What about pulling a wc and using a K1500?


----------



## UnclogNH (Mar 28, 2009)

Dig sewer line outside jet from outside the apartment install an outside clean out when finished for future problems keep the mess out side without disturbing tenants or possible flooding during cleanings in the future. Nice little up sell
Trap backwards??? what kind of apartment building? One of those 12 + Brick buildings type?


----------



## Plantificus (Sep 17, 2009)

RJ Pascone said:


> What do you mean the trap is set backwards? Cast iron?
> 
> What about pulling a wc and using a K1500?




pulling a wc wouldn't make sense because the blockage was between trap and main so I would have just got caught up in the trap


----------



## Plantificus (Sep 17, 2009)

UnclogNH said:


> Dig sewer line outside jet from outside the apartment install an outside clean out when finished for future problems keep the mess out side without disturbing tenants or possible flooding during cleanings in the future. Nice little up sell
> Trap backwards??? what kind of apartment building? One of those 12 + Brick buildings type?
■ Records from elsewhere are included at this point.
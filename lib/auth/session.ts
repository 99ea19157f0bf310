import "server-only";
import { cookies } from "next/headers";
import { cache } from "react";
import { lucia } from "./lucia";
import { authSettings } from "./settings";
import { generateToken, hashToken } from "./tokens";
import { forgetSession, forgetViewersOf } from "./viewer-cache";

/** The database session id for a cookie's token. */
export const sessionIdFromToken = hashToken;

/** Creates a fresh session (a new one at every sign-in) and sets its cookie. */
export async function startSession(userId: string, activeWorkspaceId: string | null): Promise<void> {
  const token = generateToken();
  await lucia.createSession(userId, { activeWorkspaceId, createdAt: new Date() }, { sessionId: sessionIdFromToken(token) });
  const cookie = lucia.createSessionCookie(token);
  (await cookies()).set(cookie.name, cookie.value, cookie.attributes);
}

/** The database session id named by this request's cookie (not yet checked), or null. */
export async function sessionIdFromCookie(): Promise<string | null> {
  const token = (await cookies()).get(lucia.sessionCookieName)?.value;
  return token ? sessionIdFromToken(token) : null;
}

/**
 * The signed-in user and session for this request, or nulls. Enforces the
 * absolute lifetime on top of Lucia's sliding idle timeout. Cached per request.
 */
export const getCurrentSession = cache(async () => {
  const jar = await cookies();
  const token = jar.get(lucia.sessionCookieName)?.value ?? null;
  if (!token) return { user: null, session: null } as const;
  const sessionId = sessionIdFromToken(token);
  const result = await lucia.validateSession(sessionId);
  if (result.session) {
    const ageMinutes = (Date.now() - result.session.createdAt.getTime()) / 60_000;
    if (ageMinutes > authSettings.absoluteLifetimeMinutes) {
      await lucia.invalidateSession(sessionId);
      trySetCookie(jar, lucia.createBlankSessionCookie());
      return { user: null, session: null } as const;
    }
    // Lucia extended the idle expiry: refresh the cookie (it carries the token, not the id).
    if (result.session.fresh) trySetCookie(jar, lucia.createSessionCookie(token));
  } else {
    trySetCookie(jar, lucia.createBlankSessionCookie());
  }
  return result;
});

/** Deletes every session of a user: sign out everywhere, password change, removal. */
// The viewer cache is cleared before and after the delete: a request checked in between is not kept.
export async function endAllSessionsOf(userId: string): Promise<void> {
  forgetViewersOf(userId);
  await lucia.invalidateUserSessions(userId);
  forgetViewersOf(userId);
}

/** Ends this request's session and clears the cookie. */
export async function endCurrentSession(): Promise<void> {
  const { session } = await getCurrentSession();
  if (session) {
    forgetSession(session.id);
    await lucia.invalidateSession(session.id);
    forgetSession(session.id);
  }
  const blank = lucia.createBlankSessionCookie();
  (await cookies()).set(blank.name, blank.value, blank.attributes);
}

type Jar = Awaited<ReturnType<typeof cookies>>;
type LuciaCookie = ReturnType<typeof lucia.createBlankSessionCookie>;

// Server components may not set cookies; actions and route handlers may. Either is fine here.
function trySetCookie(jar: Jar, cookie: LuciaCookie) {
  try {
    jar.set(cookie.name, cookie.value, cookie.attributes);
  } catch {
    /* rendering a server component: the next action or route handler refreshes it */
  }
}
The trap was backwards meaning you would have to "whip it" to go trap out. I believe it was a 12 unit and made of brick as well. I didn't think of the up sell because it was 900 on Saturday night and they wanted the problem solved then, the soonest we could dig would have been Monday :wallbash:


----------



## Protech (Sep 22, 2008)

The only thing I’ll jet from inside is a tub. Send a cable down the system and sound out the main cleanout or hook up a transmitter head. Leave the cable in the system. Ducttape your jetter head onto the cable and tow the jetter hose up the system using your cable as the tow rope. Once you have the head at the top of the system tie a thin steel cable on the end of the jetter head. Pull the head back down to the bottom of the system and start jetting your way back up using the steel cable as a guide to get the hose to go into the right bends of wyes and combos till you get back to the top. 

You can paypal my jetting instruction fees to me thank you.:laughing:


----------